Myocardial bridges are congenital anomalies. Our own experience in clinical practice points to a hereditary relationship as we have encountered many families with this condition. However, the mode of inheritance has not been elucidated thus far. As a potential biomarker for MB, one group of investigators has reported 5 micro-RNAs that showed the ability to distinguish MB patients from controls. ²²

This article describes 2 cases of young patients presenting with life-threatening ACSs, with likely a ruptured plaque as the etiology for the acute pathologic event and a MB distal to the plaque. The atherosclerotic burden in the remainder of the coronary tree of these patients remained low.

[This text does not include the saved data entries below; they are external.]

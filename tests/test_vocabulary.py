"""The project speaks its own vocabulary and documents itself.

Input format and export contract version 2 replaced a set of key names that, taken together,
were another program's parameter names; none of them may come back anywhere in the repository
(not as an alias either). And nothing in the repository may point at a file outside it: users
see README.md and docs/. The retired words are assembled from pieces here so that this file
does not contain them itself.
"""

from __future__ import annotations

import re
import subprocess
from pathlib import Path

ROOT = Path(__file__).resolve().parents[1]

_PIECES = [
    ("mass", "1"),
    ("mass", "2"),
    ("spin", "1z"),
    ("spin", "2z"),
    ("chi", "eff"),
    ("luminosity", "distance"),
    ("final", "mass"),
    ("final", "spin"),
    ("radiated", "energy"),
]
RETIRED = re.compile(r"(?<![A-Za-z0-9.])(" + "|".join("_".join(p) for p in _PIECES) + r")")
RETIRED_YAML_KEYS = re.compile(r"^\s*-?\s*(" + "param" + "eters|" + "detec" + "tors):", re.M)
OUTSIDE = re.compile(
    "|".join(re.escape(x) for x in ("DESIGN" + ".md", "METHODS" + ".md", "../" + "shared"))
)


IGNORED = {"site", "build", "dist", "test-artifacts", "__pycache__"}


def repository_files() -> list[Path]:
    """Tracked and new files of the checkout (ignored build output left out)."""
    try:
        listed = subprocess.run(
            ["git", "ls-files", "-co", "--exclude-standard"],
            cwd=ROOT,
            capture_output=True,
            text=True,
            check=True,
        ).stdout.split("\n")
    except (OSError, subprocess.CalledProcessError):  # no git: walk the tree instead
        listed = [
            str(p.relative_to(ROOT))
            for p in ROOT.rglob("*")
            if not any(
                part.startswith(".") or part in IGNORED for part in p.relative_to(ROOT).parts
            )
        ]
    return [ROOT / name for name in listed if name and (ROOT / name).is_file()]


def _text(path: Path) -> str | None:
    try:
        return path.read_text(encoding="utf-8")
    except UnicodeDecodeError:
        return None  # binary files


def test_no_retired_name_anywhere():
    found = []
    for path in repository_files():
        text = _text(path)
        if text is None:
            continue
        for pattern in (RETIRED, RETIRED_YAML_KEYS):
            found += [
                f"{path.relative_to(ROOT)}: {m.group(0).strip()}" for m in pattern.finditer(text)
            ]
        if RETIRED.search(path.name):
            found.append(f"file name {path.relative_to(ROOT)}")
    assert not found, "retired version-1 names:\n" + "\n".join(found[:40])


def test_nothing_refers_to_files_outside_the_repository():
    found = [
        f"{path.relative_to(ROOT)}: {m.group(0)}"
        for path in repository_files()
        if path.relative_to(ROOT).parts[0] != ".ci" and (text := _text(path)) is not None
        for m in OUTSIDE.finditer(text)
    ]
    assert not found, "\n".join(found[:40])


def test_the_docs_the_code_cites_exist():
    cited = set()
    for path in repository_files():
        text = _text(path)
        if text is not None:
            cited |= set(re.findall(r"docs/[a-z0-9-]+\.md", text))
    missing = sorted(c for c in cited if not (ROOT / c).is_file())
    assert cited and not missing, missing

In cases of relatively young patients and without significant risk factors, presenting with ACSs with an ulcerated plaque, an active investigation for the presence of an MB should be considered, as it may play a larger role in these events than we currently appreciate. Due to the fact that coronary angiography is inadequate at demonstrating an MB, IVUS should be considered as part of the investigation. It is especially important to know of the presence of an MB if there is intention to treat the LAD percutaneously, in which case an MB is associated with worse clinical outcomes, ²³ particularly if the stent enters the MB. ²⁴ Other modalities of therapy could also be considered, if the clinical situation permits, including surgical myotomy for those with chronic angina who have failed medical therapy. We have recently shown a significant improvement in chest pain and in quality of life in a series of 50 patients who underwent successful surgical unroofing of an MB. ²⁵ In the case of a significant flow-limiting plaque, left internal mammary artery grafting to the LAD^26-28 should be considered, as well, in addition to unroofing of the entire length of the bridged arterial segment.

Conclusion

An MB is a common anatomic variant of the coronary arteries, where a portion of the artery is covered by a myocardial band. It has recently been shown to predispose to the development of an atherosclerotic plaque proximal to the bridge. It is yet unknown as to what percentage of unexplained ACS cases may be attributed to the formation of coronary plaques proximal to an MB, with subsequent plaque rupture. The cases presented here illustrate the importance of this phenomenon, especially in younger patients, and the need to consider this risk factor, indeed a congenital one, in the investigation and management of patients with an MB.